One day, Marilyn offered to take them to Playland. Laraine’s mother, consumed with a newborn, thought it would be good to get the girls out of the house. The trio took off to the amusement park, with Marilyn driving the short distance in her Pontiac convertible…The girls both liked the pretty blond lady who was taking them to Playland, but the main attraction was the Ferris wheel. It would be their first visit to the park…

The trio first found a photo booth, and posed for the picture that hung in the vestibule. Grandma Helen wrote on the back: ‘This is a 25¢ picture taken at Playland. She wanted to go on the rides with your mother & cousin Laraine. A sailor recognized her & she took a picture with him and it got around & the police were called. It was frightening.’ A brisk wind blew Marilyn’s headscarf off her signature platinum bob, giving that sailor a jolt of recognition. My mother vividly recalls the only ride they got that day — rushed through the throng out of the park on the shoulders of San Francisco policemen.”

Marilyn’s Thanksgiving Recipe

Among other writings, Fragments includes several recipes, and the New York Times suggests Marilyn’s stuffing may be perfect for Thanksgiving:

The image of a bombshell cooking her way to nirvana may seem old-hat now, thanks to Nigella, Giada, Padma and the like. But back in the 1950s, a Hollywood starlet was not expected to squander her talents (or risk her manicure) chopping onions.

A new book, however, includes a recipe in Marilyn Monroe’s handwriting that suggests that she not only cooked, but cooked confidently and with flair.”

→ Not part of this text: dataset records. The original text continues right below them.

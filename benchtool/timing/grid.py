"""What the sampling grid alone does to the mean of intervals."""

from __future__ import annotations

import math

import numpy as np

from benchtool.model.arrays import FloatArray

_HARMONICS = 20
_STRONG = 0.0015  # variance in steps squared from which all further harmonics are gone
_MOST_LAGS = 1 << 20
_BEATS = 4  # periods together that may lie in step with the grid
_NO_TURN = 0.3  # turns of a beat that the best line shows where there is none
_BEATEN = 30  # periods from which a beat would rarely hide
_TILT = 0.6  # of a line through one turn of a saw-tooth: 6/π², steps
_HALVINGS = 40
_HIDDEN, _FEW_HIDE = 2.0, 8.0
_SHOWN = 3.0
UNSEEN = 1.6  # edge noise that n edges may hide in a fit, times n, grid steps
_PERIOD_ERROR = tuple((away / 3, (3 - abs(away)) / 9) for away in range(-2, 3))
"""A triangle of half-width 1 in five points: their places and shares."""


def period_floor(step_s: float, n: int, n_chains: int = 1) -> float:
    """Return the standard uncertainty that the grid gives the mean of n periods, in seconds.

    Only the first and the last edge of each succession count: Ts·√chains/(n√6).

    Args:
        step_s: Grid step Ts in seconds.
        n: Number of periods, 1 or more.
        n_chains: Number of successions without a gap, 1 or more.
    """
    return step_s * math.sqrt(n_chains) / (n * math.sqrt(6))


def width_floor(
    step_s: float, n: int, period_s: float | None, jitter_s2: float = 0.0, edge_s2: float = 0.0
) -> float:
    """Return the standard uncertainty that the grid gives the mean of n widths, in seconds.

    Args:
        step_s: Grid step Ts in seconds.
        n: Number of widths.
        period_s: Their spacing in seconds, None where unknown (then as if independent).
        jitter_s2: Variance a period of accumulating noise, s²; it moves edges off the grid.
        edge_s2: Variance of an edge's own noise, s².

    References:
        u² = Ts²[1/(6n) + (2/n²)·Σ_{m=1}^{n-1}(n-m)(d² - d + 1/6)], d = frac(m·T/Ts): the
        covariance of rounding errors m periods apart. With noise, harmonic k of
        d² - d + 1/6 = π⁻²·Σ cos(2πkd)/k² shrinks by exp(-2π²k²·var/Ts²).
    """
    if step_s == 0 or n == 0:
        return 0.0
    if period_s is None or n == 1:
        return step_s / math.sqrt(6 * n)
    m = np.arange(1, min(n, _MOST_LAGS), dtype=np.float64)
    related = rounding_covariance(
        m * (period_s / step_s), (m * jitter_s2 + 2 * edge_s2) / step_s**2
    )
    total = 1 / (6 * n) + 2 / n**2 * float(np.sum((n - m) * related))
    return step_s * math.sqrt(max(total, 1 / (6 * n * n)))


def blurred_width_floor(
    step_s: float,
    n: int,
    period_s: float,
    u_period_s: float,
    jitter_s2: float = 0.0,
    edge_s2: float = 0.0,
) -> float:
    """Return ``width_floor`` where the period itself was measured on the grid, in seconds.

    Its error hides whether the edges lie in step with the grid, where u is far larger: the mean
    square over a triangle of that standard deviation. (The largest over it would need no chance
    at all, and be twice what 95 % of errors need.)

    Args:
        step_s: As for ``width_floor``, and so are the others.
        n: Number of widths.
        period_s: Their spacing as measured.
        u_period_s: Standard uncertainty of that, seconds.
        jitter_s2: Variance a period of accumulating noise.
        edge_s2: Variance of an edge's own noise.
    """
    half_s = math.sqrt(6) * u_period_s
    squares = (
        share * width_floor(step_s, n, period_s + away * half_s, jitter_s2, edge_s2) ** 2
        for away, share in _PERIOD_ERROR
    )
    return math.sqrt(math.fsum(squares))


def line_period(ticks: FloatArray) -> float:
    """Return the slope of the least-squares line through edges, in their unit.

    Args:
        ticks: Edge times of one direction in order, shape (n,) with n >= 2.
    """
    k = np.arange(ticks.size) - (ticks.size - 1) / 2
    return float(k @ (ticks - ticks[0])) / float(k @ k)


def line_period_error(period: float, n: int, jitter: float, edge: float) -> float:
    """Return the standard uncertainty of ``line_period``, in grid steps.

    Rounding errors that do not repeat are as random ones of variance 1/12. Where j periods are
    nearly a whole number of steps they beat: a saw-tooth of p turns tilts the line by about
    0.6/(j·n·p), and one that never turns by as much as the outer edges can be off.

    Args:
        period: Period in grid steps.
        n: Number of periods.
        jitter: Variance a period of accumulating noise, in steps squared.
        edge: Variance of an edge's own noise, in steps squared.
    """
    variance = 12 * (1 / 12 + edge) / n**3 + 1.2 * jitter / n
    for j in range(1, _BEATS + 1):
        turns = n * abs(j * period - round(j * period))
        variance += (_TILT / (j * n * max(1.0, turns))) ** 2
    return math.sqrt(variance)


def period_in_step(period: float, n: int) -> float:
    """Return the period of edges that show no beat with the grid over n periods, or 0.

    What was measured cannot tell it from one that is a whole number of steps, or a simple part of
    one, and only that has errors which do not even out.

    Args:
        period: Period of the best line, in grid steps.
        n: Number of periods.
    """
    if n < _BEATEN:
        return 0.0
    for j in range(1, _BEATS + 1):
        if n * abs(j * period - round(j * period)) < _NO_TURN:
            return round(j * period) / j
    return 0.0


def line_misfit(ticks: FloatArray) -> float:
    """Return how far edges lie at least from the best line, end to end, in grid steps.

    An exact wave on a grid stays below 1; what is beyond is noise.

    Args:
        ticks: Edge times of one direction in grid steps, shape (n,) with n >= 3.

    References:
        The spread of the residuals is convex in the slope, and its slope is the distance of the
        two edges that make it: bisection.
    """
    k = np.arange(ticks.size, dtype=np.float64)
    slope = (ticks[-1] - ticks[0]) / k[-1]
    least = float(np.ptp(ticks - slope * k))
    low, high = slope - 2 * least / k[-1], slope + 2 * least / k[-1]
    for _ in range(_HALVINGS):
        slope = (low + high) / 2
        away = ticks - slope * k
        top, bottom = int(np.argmax(away)), int(np.argmin(away))
        least = min(least, float(away[top] - away[bottom]))
        low, high = (slope, high) if top > bottom else (low, slope)
    return least


def most_edge_noise(ticks: FloatArray) -> float:
    """Return how much edges may scatter by themselves about one line, in steps squared.

    Rounding alone leaves residuals of variance 1/12, to about 1/n, and a misfit below 1.

    Args:
        ticks: Edge times of one direction in grid steps, shape (n,) with n >= 3.
    """
    n = ticks.size
    k = np.arange(n) - (n - 1) / 2
    away = ticks - line_period(ticks) * k
    beyond = float(np.var(away)) - 1 / 12 + 1 / n
    unseen = UNSEEN / n
    shown = unseen + max(0.0, line_misfit(ticks) - 1.0)
    return min(shown**2, max(unseen**2, beyond))


def hidden_noise(ticks: FloatArray) -> float:
    """Return what noise adds to the distance of the outer edges, as the grid may hide it, in steps.

    n periods that fit one line show that little noise accumulates, the less the more they are;
    a misfit shows how much there may be.

    Args:
        ticks: Edge times of one direction in grid steps, shape (n + 1,), n >= 2.

    References:
        The factors come from simulated records of accumulating noise between none and two steps
        a period: U of the period holds 93 % at each.
    """
    n = ticks.size - 1
    hidden = _HIDDEN * (1 + _FEW_HIDE / n) / math.sqrt(n)
    return math.hypot(hidden, _SHOWN * max(0.0, line_misfit(ticks) - 1.0))


def rounding_covariance(cycles: FloatArray, variance: FloatArray) -> FloatArray:
    """Return d² - d + 1/6 of the fraction d of ``cycles``, smoothed by noise.

    Args:
        cycles: Distance of two edges in grid steps, shape (n,).
        variance: Variance of that distance in steps squared, shape (n,).

    References:
        cos(kx) and exp(-ak²) by recurrence from k = 1; of weak noise the harmonics beyond are
        kept whole, of strong noise they are gone.
    """
    d = cycles - np.floor(cycles)
    smooth: FloatArray = d * d - d + 1 / 6
    if not variance.any():
        return smooth
    strong = variance > _STRONG
    smooth[strong] = 0.0
    cosine, damping = np.cos(2 * math.pi * d), np.exp(-2 * math.pi**2 * variance)
    harmonic, before = cosine, np.ones(d.size)
    left, ratio, square = damping, damping, damping**2
    for k in range(1, _HARMONICS + 1):
        smooth += harmonic * np.where(strong, left, left - 1) / (math.pi * k) ** 2
        harmonic, before = 2 * cosine * harmonic - before, harmonic
        ratio = ratio * square
        left = left * ratio
    return smooth


def phase_lock(times_s: FloatArray, step_s: float, period_s: float | None) -> float:
    """Return how far edges sit at one phase of the grid: 0 spread evenly, 1 all alike.

    Interpolation itself bends the phases it gives, and noise spreads those of an even beat, so
    edges are locked only as far as both their times and their mean period say so.

    Args:
        times_s: Edge times in seconds, shape (n,).
        step_s: Grid step in seconds.
        period_s: Mean period in seconds, None where unknown.
    """
    n = times_s.size
    if n < 6 or step_s == 0:
        return 1.0
    seen = _alike(times_s / step_s)
    if period_s is None:
        return seen
    even = np.arange(n, dtype=np.float64) * (period_s / step_s)
    return min(seen, _alike(even))


def _alike(cycles: FloatArray) -> float:
    """Return the length of the mean unit vector at these phases, chance taken out."""
    n = cycles.size
    angle = 2 * math.pi * cycles
    square = float(np.mean(np.cos(angle)) ** 2 + np.mean(np.sin(angle)) ** 2)
    return math.sqrt(max(0.0, (square - 1 / n) * n / (n - 1)))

Although the editors of Fragments date this recipe to the late 1950s, these culinary experts suggest that Marilyn may have learned to cook this Italian-style stuffing during her marriage to Joe DiMaggio. (Marilyn and Joe spent time with his sister, Marie, in San Francisco, and she may have shared secrets of Italian cuisine with her famous sister-in-law.)